The Phase 1 trial, which should begin early in 2012, is set to take place at Dana-Farber/Harvard Cancer Institute and its partner hospitals, including Beth Israel Deaconess Medical Center. “I can’t express well enough how difficult the process was to enlist Harvard and how prestigious it is to have the clinical trial done there,” Mr. Ehrlich says and adds, “I think this sets us apart from even mid-size biotech companies.”
If testing is successful, Mr. Ehrlich figures the market potential for Kevetrin in treating drug-resistant cancers alone would be well north of $5 billion a year. Other cancers could easily represent an additional $5 billion annually, he adds.
In more than 50% of all human cancers, he says p53 is limited in its anti-tumor activities by mutations in the protein itself. Currently, there are more than 10 million people with tumors that contain inactivated p53, while a similar number of patients have tumors where the p53 pathway has been partially silenced by inactivation of other signalling components, he notes.
In addition to Kevetrin, Cellceutix is developing two experimental drugs to treat autism and psoriasis.
Preclinical studies have shown that administration of the autism compound, KM-391, significantly decreased plasticity of the brain and increased serotonin levels in all three regions of the brain: cerebral cortex, hippocampus, and caudate nucleus, from very low levels, as seen with 5, 7-Dihydroxytryptamine (5, 7-DHT)-induced autism, to normal levels, as observed in placebo-treated control without the neurotoxin 5, 7-DHT.
“These results support KM-391 as a possible therapeutic agent in the treatment of autism in patients,” Mr. Ehrlich contends. “If we can deal with the core issues of autism and not just the symptoms of the disease, it would be a major breakthrough and offer hope to families and patients who suffer from autism.”

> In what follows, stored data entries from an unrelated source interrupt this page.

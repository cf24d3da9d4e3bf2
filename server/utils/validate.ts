import type { H3Event } from 'h3'
import type { z } from 'zod'
import { isInputError } from '#shared/errors'

function fieldOf(path: PropertyKey[]): string {
  return path.length ? path.map(String).join('.') : 'body'
}

function badRequest(issues: z.core.$ZodIssue[]) {
  const first = issues[0]
  const field = first ? fieldOf(first.path) : 'body'
  return createError({
    statusCode: 400,
    message: first ? `${field}: ${first.message}` : 'Invalid request',
    data: { field, issues: issues.map(i => ({ field: fieldOf(i.path), message: i.message })) },
  })
}

/** Reads and validates a JSON body; a 400 names the first bad field, `data.issues` lists them all. */
export async function readBody400<T extends z.ZodType>(event: H3Event, schema: T): Promise<z.infer<T>> {
  let raw: unknown
  try {
    raw = await readBody(event)
  }
  catch {
    throw createError({ statusCode: 400, message: 'body: not valid JSON', data: { field: 'body' } })
  }
  const parsed = schema.safeParse(raw ?? {})
  if (!parsed.success) throw badRequest(parsed.error.issues)
  return parsed.data
}

export function parseQuery400<T extends z.ZodType>(event: H3Event, schema: T): z.infer<T> {
  const parsed = schema.safeParse(getQuery(event))
  if (!parsed.success) throw badRequest(parsed.error.issues)
  return parsed.data
}

/** Route params are numeric ids everywhere; anything else is a 404 (nothing to see there). */
export function idParam(event: H3Event, name: string): number {
  const raw = getRouterParam(event, name)
  const n = Number(raw)
  if (!raw || !Number.isSafeInteger(n) || n <= 0) throw createError({ statusCode: 404, message: `No such ${name.replace(/Id$/, '')}` })
  return n
}

/** Runs core code, turning its InputError into a 400 that names the field. */
export async function compute400<T>(fn: () => T | Promise<T>): Promise<T> {
  try {
    return await fn()
  }
  catch (e) {
    if (isInputError(e)) throw createError({ statusCode: 400, message: `${e.field}: ${e.message}`, data: { field: e.field } })
    throw e
  }
}

/** The raw JSON body for core code that validates it itself; 400 when it is not JSON at all. */
export async function readJson(event: H3Event): Promise<unknown> {
  try {
    return (await readBody(event)) ?? {}
  }
  catch {
    throw createError({ statusCode: 400, message: 'body: not valid JSON', data: { field: 'body' } })
  }
}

Results from a third animal study showed KM-391 was a possible therapeutic agent in the treatment of autism in patients
He says Cellceutix is working on a possible collaboration to develop the autism compound and has a memorandum of understanding with one of the largest companies in India. He says, “If we proceed—we’re not sure if this is the path we want to take—the deal would require our partner to do all the preclinical work, including cGMP manufacturing, toxicology and pharmacology in compliance with U.S. IND requirements, beginning in the first quarter next year.” The company expects to update shareholders shortly on this development.
Regarding psoriasis, the KM-133 compound has completed preclinical testing, showing strong activity in vitro and in vivo, and efficacy in xenograft models. “We believe the compound is ready for human clinical studies,” he says.
Cellceutix is planning to arrange a meeting with the FDA for guidance to proceed with clinical testing of its KM-133 compound under 505(b)(2) regulations. “In our case, the active moiety of the compound is already an approved drug in another indication, not psoriasis,” Mr. Ehrlich says. “So, we will ask the FDA if we can immediately go into Phase 2/3,” he adds.
On top of that, the company has been invited by the National Institute of Dermatology of a major Asian country to conduct the Phase 2/3 study there. “It would be a less expensive way to proceed, but we haven’t determined if that’s the right path to take,” he adds.
Bottom line: with three active projects in cancer, autism and psoriasis, Cellceutix’s risk/reward opportunity may be as good as, or better than, any in the industry.